#### [Supplied data]
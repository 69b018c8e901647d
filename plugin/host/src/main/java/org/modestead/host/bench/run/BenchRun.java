package org.modestead.host.bench.run;

import java.nio.file.Files;
import java.nio.file.Path;
import java.util.LinkedHashMap;
import java.util.Map;
import java.util.Optional;
import java.util.OptionalDouble;
import java.util.Set;
import java.util.concurrent.ConcurrentHashMap;
import java.util.concurrent.CountDownLatch;
import java.util.concurrent.TimeUnit;
import org.modestead.engine.Progress;
import org.modestead.host.run.CancelSwitch;
import org.modestead.host.run.Results;
import org.modestead.host.run.RunListener;
import org.modestead.host.run.StepOutcome;
import org.modestead.host.run.StepStore;
import org.modestead.host.run.StepsRun;
import org.modestead.host.table.AllRows;
import org.modestead.host.workflow.PlannedStep;
import org.modestead.host.workflow.RunPlan;
import org.modestead.nodes.contract.NodeResult;
import org.modestead.nodes.table.Table;

/**
 * One run in the background. Stopped, it is over at once: work that does not ask whether to stop for a quarter of a second, such as the
 * factorisation of a large matrix, is left to end by itself, and what it gives is thrown away.
 */
public final class BenchRun {

    private static final long PATIENCE_MILLIS = 250;
    private static final double EARLY = 0.02;
    private static final double FIRST_SECOND = 1;

    private final RunPlan plan;
    private final Map<String, Double> expected;
    private final KeptResults kept;
    private final Results results;
    private volatile boolean keeping;
    private final Watcher watcher;
    private final CancelSwitch cancel = new CancelSwitch();
    private final CountDownLatch over = new CountDownLatch(1);
    private final Map<String, Work> working = new ConcurrentHashMap<>();
    private final Set<String> ended = ConcurrentHashMap.newKeySet();

    /** Hears how a run goes; called from its threads, one call at a time for the end. */
    public interface Watcher {

        /** A step began, or all have ended and their results are being written. */
        void began();

        /** A step ended. */
        void ended(PlannedStep step, StepOutcome outcome);

        /** The run is over; nothing more comes from it. */
        void over(BenchRun run, Map<String, StepOutcome> outcomes, boolean stopped);
    }

    private record Work(long since, double fraction, String message) {}

    /**
     * @param plan with nothing wrong
     * @param expected seconds that steps took last time, where known
     * @param kept results of earlier runs
     * @param again steps that run even though their result is known
     * @param watcher hears how it goes
     */
    public BenchRun(RunPlan plan, Map<String, Double> expected, KeptResults kept, Set<String> again, Watcher watcher) {
        this.plan = plan;
        this.expected = Map.copyOf(expected);
        this.watcher = watcher;
        this.kept = kept;
        this.results = new Results() {
            @Override
            public Optional<NodeResult> find(PlannedStep step, String fingerprint) {
                return again.contains(step.id()) ? Optional.empty() : kept.find(step.declaration(), fingerprint);
            }

            @Override
            public void keep(PlannedStep step, String fingerprint, NodeResult result) {
                // the watcher keeps it, with the time it took
            }
        };
    }

    /** Starts it. */
    public void start() {
        Thread thread = new Thread(this::work, "run");
        thread.setDaemon(true);
        thread.start();
    }

    private void work() {
        Map<String, StepOutcome> outcomes = new LinkedHashMap<>();
        try {
            outcomes.putAll(StepsRun.run(plan, results, new NoStore(), new Listener(), cancel, Runtime.getRuntime().availableProcessors()));
            settle();
        } finally {
            finish(outcomes);
        }
    }

    /** What is told to be done is not lost with the process: the run is over when its results lie on disk. */
    private void settle() {
        keeping = !kept.isSettled();
        try {
            synchronized (over) {
                if (keeping && over.getCount() > 0) {
                    watcher.began();
                }
            }
            kept.settle();
        } catch (InterruptedException hurried) {
            Thread.currentThread().interrupt();
        }
    }

    /** Returns whether all steps have ended and their results are being written. */
    public boolean isKeeping() {
        return keeping;
    }

    private void finish(Map<String, StepOutcome> outcomes) {
        synchronized (over) {
            if (over.getCount() > 0) {
                over.countDown();
                watcher.over(this, outcomes, cancel.reason().isPresent());
            }
        }
    }

    /** Asks it to stop and returns when it is over, at the latest after that time. */
    public void stop() {
        cancel.cancel("stopped by the person");
        try {
            over.await(PATIENCE_MILLIS, TimeUnit.MILLISECONDS);
        } catch (InterruptedException hurried) {
            Thread.currentThread().interrupt();
        }
        finish(Map.of());
    }

    /** Returns whether it was asked to stop. */
    public boolean isStopping() {
        return cancel.reason().isPresent();
    }

    /** Returns whether a step takes part and has not ended. */
    public boolean awaits(String step) {
        return plan.order().stream().anyMatch(planned -> planned.id().equals(step)) && !ended.contains(step);
    }

    /** Returns the states of the steps that are at work. */
    public Map<String, StepState> states() {
        Map<String, StepState> states = new LinkedHashMap<>();
        for (PlannedStep step : plan.order()) {
            Work work = working.get(step.id());
            if (work != null) {
                states.put(step.id(), StepState.running(work.fraction(), work.message(), left(step.id(), work)));
            }
        }
        return states;
    }

    private OptionalDouble left(String step, Work work) {
        double spent = seconds(work.since());
        if (work.fraction() > EARLY && spent > FIRST_SECOND) {
            return OptionalDouble.of(spent * (1 - work.fraction()) / work.fraction());
        }
        double before = expected.getOrDefault(step, 0.0);
        return before > spent + FIRST_SECOND ? OptionalDouble.of(before - spent) : OptionalDouble.empty();
    }

    /** Returns how much of it is done, in [0, 1], each step weighed by the time it took before. */
    public double fraction() {
        double done = 0;
        double all = 0;
        for (PlannedStep step : plan.order()) {
            double weight = Math.max(0.05, expected.getOrDefault(step.id(), FIRST_SECOND));
            all += weight;
            Work work = working.get(step.id());
            done += ended.contains(step.id()) ? weight : work == null ? 0 : weight * work.fraction();
        }
        return all == 0 ? 1 : done / all;
    }

    /** Returns the seconds that are left, where that can be told: of all steps to come it is known what they took before. */
    public OptionalDouble secondsLeft() {
        double left = 0;
        for (PlannedStep step : plan.order()) {
            Work work = working.get(step.id());
            OptionalDouble own = ended.contains(step.id()) ? OptionalDouble.of(0) : work != null ? left(step.id(), work)
                    : expected.containsKey(step.id()) ? OptionalDouble.of(expected.get(step.id())) : OptionalDouble.empty();
            if (own.isEmpty()) {
                return own;
            }
            left += own.getAsDouble();
        }
        return OptionalDouble.of(left);
    }

    private static double seconds(long since) {
        return (System.nanoTime() - since) / 1e9;
    }

    /** Passes on what is heard as long as the run is not over. */
    private final class Listener implements RunListener {
        @Override
        public void started(String step) {
            working.put(step, new Work(System.nanoTime(), 0, ""));
            synchronized (over) {
                if (over.getCount() > 0) {
                    watcher.began();
                }
            }
        }

        @Override
        public void progress(String step, double fraction, String message) {
            working.computeIfPresent(step, (id, work) -> new Work(work.since(), Math.max(work.fraction(), Math.min(1, fraction)), message));
        }

        @Override
        public void ended(String step, StepOutcome outcome) {
            working.remove(step);
            ended.add(step);
            synchronized (over) {
                if (over.getCount() > 0) {
                    PlannedStep planned = plan.order().stream().filter(found -> found.id().equals(step)).findFirst().orElseThrow();
                    watcher.ended(planned, outcome);
                }
            }
        }
    }

    /** The bench keeps results itself; a step's own files go where its settings say. */
    private static final class NoStore implements StepStore {
        @Override
        public Path folder(PlannedStep step) throws java.io.IOException {
            return Files.createDirectories(Path.of(System.getProperty("java.io.tmpdir"), "modestead-bench-steps"));
        }

        /** Nothing is written here for which rows would be read: a query that fails at one must fail as its own step, not as the next one. */
        @Override
        public void made(NodeResult result) {
            result.outputs().values().stream().filter(Table.class::isInstance).map(Table.class::cast).forEach(AllRows::demand);
        }

        @Override
        public void keep(PlannedStep step, NodeResult result, Progress progress) {
            progress.report(1, "done");
        }
    }
}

#### [What is needed]
Could you write out exactly the lines above, starting at the first one and ending with the line that has "import org.modestead.engine.Progress;"?

#### [Expected answer]
repository 69b018c8e901647d
filename plugin/host/src/main/java/org/modestead/host/bench/run/BenchRun.java
package org.modestead.host.bench.run;

import java.nio.file.Files;
import java.nio.file.Path;
import java.util.LinkedHashMap;
import java.util.Map;
import java.util.Optional;
import java.util.OptionalDouble;
import java.util.Set;
import java.util.concurrent.ConcurrentHashMap;
import java.util.concurrent.CountDownLatch;
import java.util.concurrent.TimeUnit;
import org.modestead.engine.Progress;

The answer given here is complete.